I never wanted to get divorced because although we had problems i loved her unconditionally, I still do and told her she can do whatever she wants as long as she lets me love her until she leaves the door.

I admit i am weak but i want to save our reltionship.

she continues to see the man but does not have sesx with him, i beleive her because she says that she is in love with him but wants to do things right....she wants to go and live with him and leave me with the sons.

now this is where things get sticky,

my house our home....was left to me by my deceased mother, i told he if she leaves i will sell the house because i don't ahve a steady income, buy a smaller house and use the extra money to get by.

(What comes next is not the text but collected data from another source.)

ModelColumn ReadColumn(const Json& json, const std::string& place) {
  Object in(json, place);
  ModelColumn column;
  column.name = ReadText(in.Get("name"), in.Place("name"));
  if (column.name.empty()) Refuse(in.Place("name"), "must not be empty");
  column.unit = in.Text("unit");
  column.role = static_cast<ColumnRole>(
      in.Word("role", static_cast<size_t>(ColumnRole::kPredictor), kColumnRoleNames));
  column.kind = static_cast<ColumnKind>(in.Word("kind", 0, kColumnKindNames));
  if (const Json* spec = in.Find("transform")) {
    const Result<SpecReading> reading = Transform::ReadSpec(ReadText(*spec, in.Place("transform")));
    if (!reading.ok()) Refuse(in.Place("transform"), "is no spec: " + reading.error());
    if (reading.value().needs_estimate()) Refuse(in.Place("transform"), "lacks its arguments");
    column.transform = *reading.value().transform;
  }
  const bool polynomial = column.kind == ColumnKind::kPolynomial;
  column.degree =
      static_cast<int>(in.Integer("degree", 0, polynomial ? 1 : 0, polynomial ? 20 : 0));
  if (polynomial && column.degree == 0) Refuse(place, "lacks degree");
  if (column.role == ColumnRole::kProduct) {
    const Json& parts = Tuple(in.Get("parts"), in.Place("parts"), 2);
    for (size_t i = 0; i < 2; ++i) {
      column.parts[i] = static_cast<int>(
          ReadInteger(parts[i], in.Place("parts"), 1, std::numeric_limits<int>::max()));
    }
  }
  if (const Json* values = in.Find("values")) {
    const std::string where = in.Place("values");
    Tuple(*values, where, 7);
    std::array<double, 5> order;
    for (size_t i = 0; i < order.size(); ++i) order[i] = ReadFinite((*values)[i], where);
    CheckRising(order, where);
    column.observed_low = order[0];
    column.lower_quartile = order[1];
    column.median = order[2];
    column.upper_quartile = order[3];
    column.observed_high = order[4];
    column.mean = ReadNumber((*values)[5], where);
    column.sd = ReadNumber((*values)[6], where);
    if (column.sd < 0) Refuse(where, "must not have a negative sd");
  }
  in.Each("levels", [&](const Json& element, const std::string& where) {
    const Json& level = Tuple(element, where, 2);
    column.levels.push_back(
        {ReadText(level[0], where),
         ReadInteger(level[1], where, 0, std::numeric_limits<std::int64_t>::max())});
    if (column.levels.size() > 1 && column.levels.end()[-2].text >= column.levels.back().text)
      Refuse(where, "is out of byte order");
  });
  const bool category = column.kind == ColumnKind::kCategory;
  if (!column.levels.empty() && !category) Refuse(in.Place("levels"), "belong to a category");
  if (column.levels.size() > kMostLevels) Refuse(in.Place("levels"), "are too many");
  column.reference = static_cast<int>(
      in.Integer("reference", -1, -1, static_cast<std::int64_t>(column.levels.size()) - 1));
  column.reference_given = in.Flag("reference_given", false);
  column.merged = static_cast<int>(
      in.Integer("merged", -1, -1, static_cast<std::int64_t>(column.levels.size()) - 1));
  column.missing = in.Count("missing");
  column.outside = in.Count("outside");
  column.note = in.Text("note");
  in.Done();
  return column;
}

Factor ReadFactor(const Json& json, const std::string& place,
                  const std::vector<ModelColumn>& columns) {
  ReadArray(json, place);
  if (json.empty()) Refuse(place, "must name a column");
  Factor factor;
  factor.column = static_cast<int>(
      ReadInteger(json[0], place, 1, static_cast<std::int64_t>(columns.size()) - 1));
  const ModelColumn& column = columns[static_cast<size_t>(factor.column)];
  if (!column.IsInput()) Refuse(place, "must name an input column");
  if (column.kind == ColumnKind::kCategory) {
    Tuple(json, place, 3);
    ReadInteger(json[1], place, 0, 0);
    factor.level = static_cast<int>(
        ReadInteger(json[2], place, 0, static_cast<std::int64_t>(column.levels.size()) - 1));
  } else {
    Tuple(json, place, 2);
    factor.power = static_cast<int>(ReadInteger(json[1], place, 1, std::max(column.degree, 1)));
  }
  return factor;
}

ModelTerm ReadTerm(const Json& json, const std::string& place, bool is_intercept,
                   const std::vector<ModelColumn>& columns) {
  Object in(json, place);
  ModelTerm term;
  term.name = ReadText(in.Get("name"), in.Place("name"));
  in.Each("factors", [&](const Json& element, const std::string& where) {
    term.factors.push_back(ReadFactor(element, where, columns));
  });
  if (is_intercept != term.factors.empty()) {
    if (is_intercept) Refuse(in.Place("factors"), "must not be there for the intercept");
    const ModelColumn* column = ColumnOfTerm(columns, term.name);
    if (column == nullptr) Refuse(place, "lacks factors");
    term.factors.push_back({.column = static_cast<int>(column - columns.data())});
  }
  term.coefficient = in.Number("coefficient");
  for (size_t kind = 0; kind < kErrorKinds; ++kind) {
    term.standard_error[kind] = in.Number(kErrorKeys[kind]);
    if (term.standard_error[kind] < 0) Refuse(in.Place(kErrorKeys[kind]), "must not be negative");
  }
  if (!is_intercept && ColumnOf(term, columns) < 0)
    Refuse(in.Place("factors"), "are those of no column");
  if (HasPower(term, columns)) term.variance_inflation = in.Number("variance_inflation");
  term.note = in.Text("note");
  in.Each("repeats", [&](const Json& element, const std::string& where) {
    const Json& repeat = Tuple(element, where, 2);
    term.repeats.push_back({static_cast<Index>(ReadInteger(repeat[0], where, 0, kMostTerms - 1)),
                            ReadFinite(repeat[1], where)});
  });
  in.Done();
  return term;
}

void ReadFacts(const Json& json, Model& model) {
  Object in(json, "facts");
  ModelFacts& facts = model.facts;
  for (const FactKey& key : FactKeys()) {
    const Json* fact = in.Find(key.key);
    if (fact != nullptr) {
      facts.*key.fact = ReadNumber(*fact, in.Place(key.key));
    } else if (key.derived != nullptr) {
      facts.*key.fact = key.derived(model);
    }
  }
  if (std::isnan(facts.residual_df)) Refuse("facts", "lacks residual_df");
  for (const double df : {facts.residual_df, facts.f_df1, facts.f_df2}) {
    if (!std::isnan(df) && !(df >= 0 && df <= kExactIntegers && df == std::nearbyint(df)))
      Refuse("facts", "must have whole degrees of freedom");
  }
  if (facts.residual_sd < 0) Refuse("facts.residual_sd", "must not be negative");
  in.Done();
}

void ReadTest(const Json& json, const std::string& place, Model& model) {
  if (!json.is_array() || (json.size() != 3 && json.size() != 6))
    Refuse(place, "must be an array of 3 or 6");
  const int column = static_cast<int>(
      ReadInteger(json[0], place, 1, static_cast<std::int64_t>(model.columns.size()) - 1));
  const auto parameters = static_cast<int>(ReadInteger(json[1], place, 0, kMostTerms));
  const double inflation = ReadNumber(json[2], place);
  for (size_t j = 0; j < model.terms.size(); ++j) {
    ModelTerm& term = model.terms[j];
    if (ColumnOf(term, model.columns) == column && IsKept(model, j) &&
        !HasPower(term, model.columns))
      term.variance_inflation = inflation;
  }
  ColumnTest test = TestOfOne(model, column, parameters);
  if (json.size() == 6) {
    test.sum_of_squares = ReadNumber(json[3], place);
    test.f = ReadNumber(json[4], place);
    test.p_value = ReadNumber(json[5], place);
  }
  model.tests.push_back(test);
}

Check ReadCheck(const Json& json, const std::string& place) {
  Object in(json, place);
  Check check;
  check.name = ReadText(in.Get("name"), in.Place("name"));
  check.status = kCheckStatus[ReadWord(in.Get("status"), in.Place("status"), kCheckStatus)];
  check.statistic = in.Number("statistic");
  check.df = in.Number("df");
  check.p_value = in.Number("p_value");
  check.finding = in.Text("finding");
  check.remedy = in.Text("remedy");
  in.Done();
  return check;
}

std::vector<HistogramBin> ReadHistogram(const Json& json, const std::string& place,
                                        std::int64_t fitted) {
  Object in(json, place);
  in.Get("edges");
  std::vector<double> edges;
  in.Each("edges", [&](const Json& element, const std::string& where) {
    edges.push_back(ReadFinite(element, where));
  });
  const bool constant = edges.size() == 2 && edges[0] == edges[1];
  if (edges.size() < 2 || edges.size() > kMostHistogramBins + 1)
    Refuse(in.Place("edges"),
           "must hold 2 to " + std::to_string(kMostHistogramBins + 1) + " values");
  for (size_t i = 1; i < edges.size(); ++i) {
    if (!(edges[i] > edges[i - 1]) && !constant) Refuse(in.Place("edges"), "must rise");
  }
  in.Get("rows");
  std::vector<HistogramBin> bins;
  std::int64_t left = fitted;
  in.Each("rows", [&](const Json& element, const std::string& where) {
    const std::int64_t rows = ReadInteger(element, where, 0, left);
    left -= rows;
    const size_t i = bins.size();
    if (i + 1 < edges.size()) bins.push_back({edges[i], edges[i + 1], static_cast<size_t>(rows)});
  });
  in.CheckSize("rows", json.Find("rows")->size(), edges.size() - 1);
  if (left != 0) Refuse(in.Place("rows"), "must add up to rows.fitted");
  in.Done();
  return bins;
}

ResponseHistogram ReadResponseHistogram(const Json& json, const Model& model) {
  Object in(json, "response_histogram");
  ResponseHistogram histogram;
  histogram.original = ReadHistogram(in.Get("original"), in.Place("original"), model.rows.fitted);
  if (const Json* scaled = in.Find("scaled")) {
    if (model.response().transform == Transform())
      Refuse(in.Place("scaled"), "must not be there for a response without a transform");
    histogram.scaled = ReadHistogram(*scaled, in.Place("scaled"), model.rows.fitted);
  }
  in.Done();
  return histogram;
}

ModelResiduals ReadResiduals(const Json& json) {
  Object in(json, "residuals");
  ModelResiduals residuals;
  if (in.Find("quantiles") != nullptr) {
    residuals.quantiles = in.Numbers("quantiles");
    in.CheckSize("quantiles", residuals.quantiles.size(), kResidualProbabilities.size());
    CheckRising(residuals.quantiles, "residuals.quantiles");
  }
  in.Each("bins", [&](const Json& element, const std::string& place) {
    Tuple(element, place, 3);
    residuals.bins.push_back(
        {.rows = ReadInteger(element[0], place, 0, std::numeric_limits<std::int64_t>::max()),
         .mean = ReadNumber(element[1], place),
         .sd = ReadNumber(element[2], place)});
  });
  const size_t bins = residuals.bins.size();
  if (bins > 0) {
    in.Get("fitted");
    const std::vector<double> fitted = in.Finite("fitted", 2);
    CheckRising(fitted, "residuals.fitted");
    for (size_t i = 0; i < bins; ++i) {
      residuals.bins[i].fitted_low = BinEdge(fitted[0], fitted[1], i, bins);
      residuals.bins[i].fitted_high = BinEdge(fitted[0], fitted[1], i + 1, bins);
    }
  }
  in.Done();
  return residuals;
}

she does not want me to sell the house because she wants the sons to live in it...it is their childhood home.

bow things get worse...our younger son is very attached to her,

I told her if she leaves he will be devastated and could get sick...he is a very nervous kid and relies a lot on her for everything.

when he begins to see that she is not sleeping at home anymore he may become nervous and begin to withdraw.

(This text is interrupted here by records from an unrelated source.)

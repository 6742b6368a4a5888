// The entry point: `.load ./ladderline` in the shell, sqlite3_auto_extension in an application.
#include "ext/ladderline.h"

#include <new>
#include <string>

#include "ext/host.h"
#include "ext/registry.h"

SQLITE_EXTENSION_INIT1

namespace {

// Oldest host whose interface carries all that is used here: deterministic, innocuous window
// functions and virtual tables, and pointers to each of them in its table of calls.
constexpr int kOldestHost = 3038000;

void SetMessage(char** message, const std::string& text) {
  if (message != nullptr) *message = sqlite3_mprintf("%s", text.c_str());
}

}  // namespace

extern "C" int sqlite3_ladderline_init(sqlite3* db, char** message,
                                       const sqlite3_api_routines* api) {
  SQLITE_EXTENSION_INIT2(api);
  (void)api;
  try {
    if (sqlite3_libversion_number() < kOldestHost) {
      SetMessage(message, std::string("ladderline needs SQLite 3.38 or newer; this program has ") +
                              sqlite3_libversion());
      return SQLITE_ERROR;
    }
    ladderline::RegisterAll(db);
    return SQLITE_OK;
  } catch (const std::bad_alloc&) {
    return SQLITE_NOMEM;
  } catch (const std::exception& error) {
    SetMessage(message, error.what());
  } catch (...) {
    SetMessage(message, "ladderline: internal error");
  }
  return SQLITE_ERROR;
}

i told her that and she said it ws a reson she hasn't left but is determined to go and live with the other man because he got to her when she was vulnerable but neither of them realized there were children involved.

I still love her...I never stopped or wanted to divorce her...my mother made our marriage hit the rocks.

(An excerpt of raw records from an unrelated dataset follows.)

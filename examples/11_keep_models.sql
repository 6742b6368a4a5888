-- Keep two models, let a month of cases come in, refresh, and read what changed.
--
-- Needs:  repair, district_year (make_database.sql), sql/keep_models.sql and the extension. Run it
--         from the top of the repository.
-- Leaves: what sql/keep_models.sql leaves, with two refreshes; repair_2025, the month that came in;
--         every_repair, all cases together; district_month, what rates are counted per; model_source
--         and rate_source over them.

.mode box --wordwrap on

.print
.print 'The tables and views that keep models are made by one script. It may run twice.'
.read sql/keep_models.sql

-- New months are imported into a table of their own; models and rates read both through a view. It
-- names its columns: with * it would no longer work once one of the tables gets another column.
DROP TABLE IF EXISTS repair_2025;
CREATE TABLE repair_2025 AS SELECT * FROM repair WHERE 0;
DROP VIEW IF EXISTS every_repair;
CREATE VIEW every_repair AS
SELECT case_id, reported, closed, district, trade, dwellings, building_age, visits, days_open, cost,
       cost_source, inspection_score
FROM repair
UNION ALL
SELECT case_id, reported, closed, district, trade, dwellings, building_age, visits, days_open, cost,
       cost_source, inspection_score
FROM repair_2025;

-- The models to keep: a name and a model each.
DROP VIEW IF EXISTS model_source;
CREATE VIEW model_source AS
SELECT 'cost of a repair' AS name,
       ols_model('cost (EUR) | log_offset 20',   cost,
                 'dwellings | log_offset',       dwellings,
                 'building age (years)',         building_age,
                 'trade | category Plumbing',    trade,
                 'district | category Ashquill', district,
                 'errors | option',              'hc3',
                 'name | option',                'What goes with the cost of a repair',
                 'case | key',                   case_id) AS model
FROM every_repair
UNION ALL
SELECT 'days to close',
       ols_model('days open (days) | log_offset', days_open,
                 'dwellings | log_offset',        dwellings,
                 'trade | category Plumbing',     trade,
                 'district | category Ashquill',  district,
                 'errors | option',               'hc3',
                 'name | option',                 'What goes with the days a case stays open',
                 'case | key',                    case_id)
FROM every_repair;

-- The rates to publish, by month, so that one month of a year is compared with the same month of the
-- year before. Districts and months come from a table of their own, so that one without cases has a
-- 0; a month that is not in it has no rates.
DROP TABLE IF EXISTS district_month;
CREATE TABLE district_month(district TEXT, month TEXT, dwellings INTEGER NOT NULL, PRIMARY KEY (district, month));
INSERT INTO district_month
WITH RECURSIVE m(m) AS (SELECT 1 UNION ALL SELECT m + 1 FROM m WHERE m < 12)
SELECT district, printf('%d-%02d', year, m), dwellings FROM district_year, m;

DROP VIEW IF EXISTS rate_source;
CREATE VIEW rate_source AS
SELECT m.district AS area, m.month AS period, count(r.case_id) AS events, m.dwellings AS base, 1000 AS per
FROM district_month AS m
LEFT JOIN every_repair AS r ON r.district = m.district AND substr(r.reported, 1, 7) = m.month
GROUP BY m.district, m.month;

.print
.print 'One statement fits every model of model_source, keeps the fits and writes the plain tables.'
INSERT INTO model_refresh(at) VALUES ('2025-01-02');
SELECT name, status, fitted_at, response, rows, rows_left_out, round(r_squared, 3) AS r_squared
FROM published_model;

-- The cases of January 2025, made from those of the January before: a cold snap, in which heating
-- repairs cost two and a half times as much, and a trade that was not there before.
INSERT INTO repair_2025
SELECT case_id + 30000, date(reported, '366 days'), date(closed, '366 days'), district,
       CASE WHEN case_id % 40 = 7 THEN 'Scaffolding' ELSE trade END,
       dwellings, building_age, visits, days_open,
       CASE WHEN trade = 'Heating' AND case_id % 40 <> 7 THEN round(2.5 * cost, 2) ELSE cost END,
       cost_source, inspection_score
FROM repair WHERE reported BETWEEN '2024-01-01' AND '2024-01-31';

.print
.print 'A month of cases comes in, with dear heating repairs and a trade that was not there before:'
SELECT count(*) AS cases, min(reported) AS first, max(reported) AS last,
       sum(trade = 'Heating') AS heating, sum(trade = 'Scaffolding') AS scaffolding
FROM repair_2025;

-- The month needs its rows in what rates are counted per; without them its cases are in no rate.
INSERT INTO district_month SELECT district, '2025-01', dwellings FROM district_year WHERE year = 2024;

INSERT INTO model_refresh(at) VALUES ('2025-02-03');

.print
.print 'Refreshed. What changed since the fit before: how many coefficients stayed inside the limits'
.print 'they had, and which did not.'
SELECT name, status, count(*) AS coefficients
FROM published_changes AS c JOIN published_terms AS t USING (name, term) GROUP BY name, status;
SELECT name, sentence FROM published_changes WHERE status IN ('moved', 'new', 'gone');

.print
.print 'Every fit is kept, so that any two can be compared and any one asked again:'
SELECT refresh, at, name, status, fact(model, 'rows_fitted') AS rows,
       round(coefficient(model, 'trade is Heating'), 3) AS heating
FROM model_fit JOIN model_refresh USING (refresh);

.print
.print 'The plain tables need no extension. What the first model says of trades, and the rates of the month:'
SELECT column_name, from_value, to_value, round(effect, 1) AS effect, round(low, 1) AS low,
       round(high, 1) AS high, unit
FROM published_effects WHERE name = 'cost of a repair' AND column_name = 'trade';
SELECT area, hidden, events, round(rate, 1) AS per_1000, round(low, 1) AS low, round(high, 1) AS high,
       round(ratio, 2) AS ratio, round(ratio_low, 2) AS ratio_low, round(ratio_high, 2) AS ratio_high
FROM published_rates WHERE period = '2025-01';
SELECT period, areas, hidden_areas, events, round(rate, 1) AS per_1000
FROM published_totals ORDER BY period DESC LIMIT 13;
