// With weights w the residual variance is Σ w e² / df: times 100 for 100 w.
TEST_F(ModelDifference, WeightsInOtherUnitsAreTheSame) {
  const auto weighted = [&](const std::string& weight) {
    return Fit("'interlocks', interlocks, 'nation', nation, 'w | weight', " + weight, "firms");
  };
  const auto found = Between(weighted("assets"), weighted("100 * assets"));
  EXPECT_EQ(found.at("residual_sd").status, "same");
  EXPECT_NEAR(found.at("residual_sd").after,
              db.Number("SELECT fact(" + weighted("assets") +
                        ", 'residual_sd') / sqrt(avg(assets)) FROM firms"),
              1e-9);
  EXPECT_THAT(found.at("residual_sd").sentence, HasSubstr(" of a case of average weight: "));
  for (const auto& [term, row] : found) EXPECT_EQ(row.status, "same") << term;

  const auto released = Between("model_for_release(" + weighted("assets") + ", 3)",
                                "model_for_release(" + weighted("100 * assets") + ", 3)");
  EXPECT_EQ(released.at("residual_sd").status, "not comparable");
  EXPECT_TRUE(std::isnan(released.at("residual_sd").before));
}

TEST_F(ModelDifference, FiguresThatChangedReadDifferent) {
  const std::string labels = "'interlocks', interlocks, 'assets | log_offset', assets";
  const auto found = Between(Fit(labels, "firms"), Fit(labels,
                                                       "(SELECT interlocks + (rowid = 9) * "
                                                       "1e-4 AS interlocks, assets FROM "
                                                       "firms)"));
  for (const std::string figure : {"residual_sd", "r_squared"}) {
    const Row& row = found.at(figure);
    EXPECT_EQ(row.status, "changed");
    // The words before ` before` and ` now`, or of a share up to ` of the`.
    const std::string& text = row.sentence;
    std::vector<std::string> numbers;
    for (std::size_t at = 0; (at = text.find_first_of("0123456789", at)) != std::string::npos;) {
      const std::size_t end = std::min(text.find_first_not_of("0123456789.", at), text.size());
      numbers.push_back(text.substr(at, end - at));
      at = end;
    }
    ASSERT_EQ(numbers.size(), 2u) << text;
    EXPECT_NE(numbers[0], numbers[1]) << text;
  }
}

TEST_F(ModelDifference, TermsComeAndGo) {
  const auto found =
      Between(Fit("'interlocks', interlocks, 'assets', assets, 'nation | category CAN', nation",
                  "(SELECT * FROM firms WHERE nation <> 'UK')"),
              Fit("'interlocks', interlocks, 'sector | category MAN', sector, 'nation | category "
                  "CAN', nation",
                  "(SELECT * FROM firms WHERE nation <> 'OTH')"));
  EXPECT_EQ(found.at("assets").status, "gone");
  EXPECT_EQ(found.at("nation is OTH").status, "gone");
  EXPECT_EQ(found.at("nation is UK").status, "new");
  EXPECT_EQ(found.at("sector is BNK").status, "new");
  EXPECT_THAT(found.at("sector is BNK").sentence,
              ::testing::StartsWith("New term, sector is BNK: "));
  EXPECT_THAT(found.at("sector is BNK").sentence, HasSubstr("95% limits "));
  EXPECT_TRUE(std::isnan(found.at("sector is BNK").before));
  EXPECT_TRUE(std::isnan(found.at("assets").after));

  // The level against which the others were told has left.
  const auto without = Between(Fit("'interlocks', interlocks, 'nation', nation", "firms"),
                               Fit("'interlocks', interlocks, 'nation', nation",
                                   "(SELECT * FROM firms WHERE nation <> 'CAN')"));
  EXPECT_EQ(without.at("nation:setting").sentence,
            "no row has CAN in nation any more, against which it was told before: its terms are "
            "not compared.");

  // The new commonest level is one that the old fit did not have.
  const auto unseen = Between(Fit("'interlocks', interlocks, 'nation', nation",
                                  "(SELECT * FROM firms WHERE nation IN ('US', 'OTH'))"),
                              Fit("'interlocks', interlocks, 'nation', nation", "firms"));
  EXPECT_EQ(unseen.at("nation is CAN").status, "new");
  EXPECT_NEAR(unseen.at("nation is CAN").after,
              db.Number("SELECT coefficient(" +
                        Fit("'interlocks', interlocks, 'nation | category US', nation", "firms") +
                        ", 'nation is CAN')"),
              1e-12);
}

she says she doesn't k now what to do but that she can't stop loving the other man ( i beleive she is infatuated since they haven't lived together and don't know if it will work out).

she asked me if it doesn't work out will i take her back?

I said yes...but only to please her and have her at my side for as long as possible to try and remedy things....we are not together right now, i am waitng for the ashes of my mom and will go back to the house next week.

it has been two months since we were last together and things were very cold and tht time....on the phone i explained to her that our distancing ws due to my ilness and my moms violent intervention but that we could work things out..

she said no.....she wants to live with the other man and the only thing stopping her is the teen....the other man is pressuring her to go and live with him i call her and give her many reasons not to....

i tell her he is cheating on her if he hasn't had sex with her in more that 3 months....she said it was o.k. since they are not living together....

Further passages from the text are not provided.